Michael Hogan, commissioner of the Vermont Department of Liquor Control, opposes the bill. He is concerned that most people, particularly teenagers, are unaware of “the potency of these products,” which he says would be increasing from a low of 5 percent to as high as 16 percent.

Is Hogan so insanely devoted to his mission that he actually believes this, or is this just a convenient excuse for maintaining the state liquor stores’ current monopoly on high-alcohol beers? Regardless, these brews are an acquired taste, especially for a neophyte beer drinker on a teenager’s budget. Allowing their sale in grocery stores is unlikely to have much of an impact on teenage drinking, but it would make things a lot easier for the adults who want to buy them and the many Vermont breweries who’d like to make them.
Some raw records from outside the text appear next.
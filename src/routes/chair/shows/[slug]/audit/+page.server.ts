import { listScoreAudit } from '$lib/server/services/results';
import { requireShowRole } from '$lib/server/services/show-access';
import type { PageServerLoad } from './$types';

export const load: PageServerLoad = async (event) => {
	const { show } = await requireShowRole(event, event.params.slug, ['chair']);
	return {
		show: { name: show.name, slug: show.slug },
		changes: await listScoreAudit(show.id, 200)
	};
};
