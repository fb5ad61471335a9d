/**
 * The awards engine: one pure function, `computeAwards`, that turns a show's judged entries into
 * every award, each with a plain-sentence reason.
 *
 * Inputs (`AwardInput`):
 * - `classes`: the show's classes, each in a division.
 * - `entries`: the entries, each in a class, with its panel score (null until judged), optional
 *   per-criterion points (points earned, not deducted) and an optional judges' choice rank.
 * - `rules`: the show's award rules (`AwardRules`): merit or placement judging, the minimum
 *   scores, the tie-break, the sweepstakes tie-break and the top awards.
 * - `scale` (optional): the scale of points, used only to name criteria in reasons.
 *
 * Output (`AwardResult`):
 * - `awards`: ribbons (merit judging) or places (placement judging), best in class, top awards
 *   and sweepstakes, each with a reason.
 * - `ties`: ties the rules could not break. The award at stake is not given (best in class, top
 *   award, place) until the show decides; sweepstakes ties are shared and reported.
 * - `sweepstakes`: per division, every exhibitor's ribbon counts and the winner(s).
 *
 * Rules applied:
 * - Entries that were not judged or have no score get nothing.
 * - Merit judging: every judged entry gets the highest ribbon whose mark it reaches, as many
 *   of each color as deserved. Best in class is chosen only among blue-ribbon entries.
 * - Placement judging: one first, second and third per class, in order of score, then honorable
 *   mentions as the show sets (`honorableMentions`: one, up to a number, or every entry reaching
 *   the minimum). An entry takes the highest open place whose minimum it reaches; a place nobody
 *   reaches is not given. Entries tied where only honorable mentions are left, and enough of them,
 *   all get one (the mentions are equal, so there is nothing to decide). Best in class is the
 *   first-place entry.
 * - Scores arrive already rounded (`meanRounding` is applied where the panel's sheets are
 *   combined, `combinePanelSheets`); the engine compares them as they are.
 * - Ranking: score, highest first; then, if the show names one, that criterion's points, highest
 *   first (an entry without them ranks below one with them); then, if the show uses it, the
 *   judges' choice rank, lowest first (an unranked entry ranks below a ranked one). Entries still
 *   equal are tied.
 * - Top awards: chosen among the best-in-class entries of their classes, each needing its
 *   minimum score. One entry may win several top awards (`topAwardsPerPlant` `'several'`), or
 *   only one (`'one'`): then the top awards are decided in the order the show lists them and a
 *   plant that already won one is passed over for the later ones. A top award waits while a class
 *   it covers has an unresolved best-in-class tie at or above the leading score; under `'one'` it
 *   also waits while its leader is a contender for an earlier top award that is not decided.
 * - Sweepstakes: per division, the exhibitor with the most blue ribbons (placement judging: most
 *   first places); ties are shared unless the show sets a sweepstakes tie-break.
 *
 * Determinism: the result depends only on the content of the input, not on the order of its
 * arrays, except the order of `rules.topAwards` under `topAwardsPerPlant: 'one'`, which is the
 * show's order of precedence. Classes, divisions, top awards and exhibitors are ordered by id (code-unit order);
 * entries within a class by rank, then entry number, then id. Throws an Error on inconsistent
 * input (duplicate ids, an entry in an unknown class, a score that is not a finite number).
 * Work is O(n log n) in the number of entries: entries are grouped with Maps and sorted per class.
 */

import type { MeanRounding, PanelMethod, ScaleOfPoints } from './scoring';

/** A merit ribbon. */
export type MeritLevel = 'blue' | 'red' | 'white';

/** A place under placement judging. */
export type PlacementLevel = 'first' | 'second' | 'third' | 'honourable';

/** Any ribbon or place an entry can receive in its class. */
export type AwardLevel = MeritLevel | PlacementLevel;

/** The show's award rules; every value is a per-show setting. */
export interface AwardRules {
	/** Merit judging (as many ribbons as deserved) or placement judging (one per place). */
	system: 'merit' | 'placement';
	/** The lowest score for each merit ribbon. */
	merit: { blue: number; red: number; white: number };
	/** The lowest score for each place under placement judging. */
	placement: { first: number; second: number; third: number; honourable: number };
	/** An extra minimum score for best in class, or null for none. */
	bestInClassMin: number | null;
	/** How equal scores are separated: a named criterion first, then the judges' choice. */
	tieBreak: { criterionKey: string | null; useJudgesChoice: boolean };
	/** How a sweepstakes tie is separated; 'none' shares it. */
	sweepstakesTieBreak: 'none' | 'most_red' | 'highest_total';
	/** Top awards (best in show, best trailer, …), each chosen among best-in-class entries. */
	topAwards: TopAwardRule[];
	/** How many honorable mentions a class may give under placement judging. */
	honorableMentions: HonorableMentions;
	/** How a panel's mean is rounded before the minimums apply (see `panelScore`). */
	meanRounding: MeanRounding;
	/** Whether one plant may take several top awards, or only one. */
	topAwardsPerPlant: 'several' | 'one';
}

/**
 * Honorable mentions per class under placement judging: `'one'`, `'number'` (up to `count`), or
 * `'all'` (every entry reaching the minimum that took no higher place). `count` is read only
 * for `'number'`.
 */
export interface HonorableMentions {
	rule: 'one' | 'number' | 'all';
	count: number;
}

/** The largest number of honorable mentions a show may set per class. */
export const MAX_HONORABLE_MENTIONS = 99;

/** One top award: its name, the classes whose best-in-class entries compete, and a minimum. */
export interface TopAwardRule {
	id: string;
	name: string;
	classIds: string[];
	minScore: number;
}

/** A class of the show schedule, as the engine needs it. */
export interface AwardClass {
	id: string;
	divisionId: string;
	code: string;
	name: string;
}

/** An entry, as the engine needs it. */
export interface AwardEntry {
	id: string;
	/** The anonymous entry number on the tag. */
	number: number;
	classId: string;
	exhibitorId: string;
	/** The panel score, or null when not yet scored. */
	score: number | null;
	notJudged?: boolean;
	/** Points earned per criterion (the panel's), used by the tie-break. */
	criterionScores?: Record<string, number>;
	/** The judges' preference recorded on the sheet: 1 is preferred over 2; null when none. */
	judgesChoiceRank?: number | null;
}

/** One award, with the reason it was given. */
export interface Award {
	kind: 'ribbon' | 'placement' | 'best_in_class' | 'top_award' | 'sweepstakes';
	entryId?: string;
	exhibitorId?: string;
	classId?: string;
	divisionId?: string;
	topAwardId?: string;
	level?: AwardLevel;
	score?: number;
	reason: string;
}

/** A tie the rules could not break, reported so the show can decide. */
export interface AwardTie {
	kind: 'placement' | 'best_in_class' | 'top_award' | 'sweepstakes';
	classId?: string;
	divisionId?: string;
	topAwardId?: string;
	/** The places held open by a placement tie. */
	levels?: PlacementLevel[];
	entryIds?: string[];
	exhibitorIds?: string[];
	reason: string;
}

/** One exhibitor's counts in a division; the other system's counts stay 0. */
export interface SweepstakesStanding {
	exhibitorId: string;
	blue: number;
	red: number;
	white: number;
	first: number;
	second: number;
	third: number;
	honourable: number;
	/** Sum of the scores of the exhibitor's entries that won a ribbon or place here. */
	totalScore: number;
}
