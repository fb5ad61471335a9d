import { loadBoard } from '$lib/server/services/results';
import { requireShowRole } from '$lib/server/policies/show';
import type { PageServerLoad } from './$types';

export const load: PageServerLoad = async (event) => {
	const { show } = await requireShowRole(event, event.params.slug, ['chair']);
	return { show: { name: show.name, slug: show.slug }, board: await loadBoard(show.id) };
};
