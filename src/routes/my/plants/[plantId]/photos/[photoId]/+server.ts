import { error } from '@sveltejs/kit';
import { z } from 'zod';
import { memberAndId } from '$lib/server/plants/plant-route';
import { readPlantPhoto } from '$lib/server/plants/plant-photos';
import type { RequestHandler } from './$types';

/** A plant photo, only for the plant's owner; anyone else gets 404 (not even a hint it exists). */
export const GET: RequestHandler = async (event) => {
	const { user, id } = memberAndId(event, event.params.plantId);
	if (!z.uuid().safeParse(event.params.photoId).success) error(404, 'This photo does not exist.');
	const photo = await readPlantPhoto(user.id, id, event.params.photoId);
	if (!photo) error(404, 'This photo does not exist.');
	return new Response(new Uint8Array(photo.data), {
		headers: {
			'content-type': photo.mimeType,
			'content-length': String(photo.data.length),
			'cache-control': 'private, max-age=3600',
			'x-content-type-options': 'nosniff'
		}
	});
};
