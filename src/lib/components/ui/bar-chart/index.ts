export { default as BarChart } from './bar-chart.svelte';
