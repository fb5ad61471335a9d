import { loadBoard } from '$lib/server/results/results';
import { requireShowRole } from '$lib/server/shows/policies';
import type { PageServerLoad } from './$types';

export const load: PageServerLoad = async (event) => {
	const { show } = await requireShowRole(event, event.params.slug, ['chair']);
	return { show: { name: show.name, slug: show.slug }, board: await loadBoard(show.id) };
};
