import { listAuditLog } from '$lib/server/audit';
import { readAuditQuery } from '$lib/schemas/audit';
import { requireShowRole } from '$lib/server/shows/policies';
import { loadSocietySettings } from '$lib/server/people/society-settings';
import type { PageServerLoad } from './$types';

/** The show's audit log for its chair: score changes and every destructive action. */
export const load: PageServerLoad = async (event) => {
	const { show } = await requireShowRole(event, event.params.slug, ['chair']);
	const { query, ignored } = readAuditQuery(event.url.searchParams);
	const [log, settings] = await Promise.all([
		listAuditLog({ showId: show.id }, query),
		loadSocietySettings(show.societyId)
	]);
	return {
		show: { name: show.name, slug: show.slug },
		query,
		ignored,
		log,
		timeZone: settings.timeZone
	};
};
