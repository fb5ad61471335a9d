import { error } from '@sveltejs/kit';
import { requireRole } from '$lib/server/policies';
import { loadJudgeClass } from '$lib/server/judging/judging';
import { isRefusal } from '$lib/server/http/refusal';
import { loadStageViewOfShow } from '$lib/server/shows/show-stage';
import type { PageServerLoad } from './$types';

export const load: PageServerLoad = async (event) => {
	const user = requireRole(event, ['judge', 'clerk']);
	try {
		const judging = await loadJudgeClass(user.id, event.params.classId);
		return { judging, showStage: await loadStageViewOfShow(judging.show.id) };
	} catch (err) {
		if (isRefusal(err)) error(err.status, err.message);
		throw err;
	}
};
(That said, if we actually could get high schoolers hooked on Belgian-style trippels instead of Bud and Miller, the world would become a much better place for beer lovers.)


Another problem with calorie counts

The previous post about New York’s calorie posting rule has kicked off a surprisingly long discussion. Here’s a point we haven’t addressed: Are the counts at all reliable? The blog Midtown Lunch examines Chipotle’s posted calorie info and finds two problems. One is that, with highly customizable items like burritos, the restaurant can provide, at best, a wide range of hypothetical nutritional information. According to the Chipotle sign a burrito carries anywhere from 420-918 calories. How useful is that information? And what’s next, requiring the restaurant to post the calories involved in each specific ingredient?

The second problem is reliability. Doing some math, Midtown claims that the ranges posted in the restaurant and the information on Chipotle’s website are not comparable.

If Chipotle’s case is at all similar to what we’ll see from other restaurants, New York’s much-touted regulation won’t accomplish much. Is anyone helped by seeing that their lunch will vary within a 500 calorie range?

Update: Hell, if we’re talking about burritos, the nanny state, and discovering people’s true preferences, I have no excuse for not linking to my old Magic of Politics post.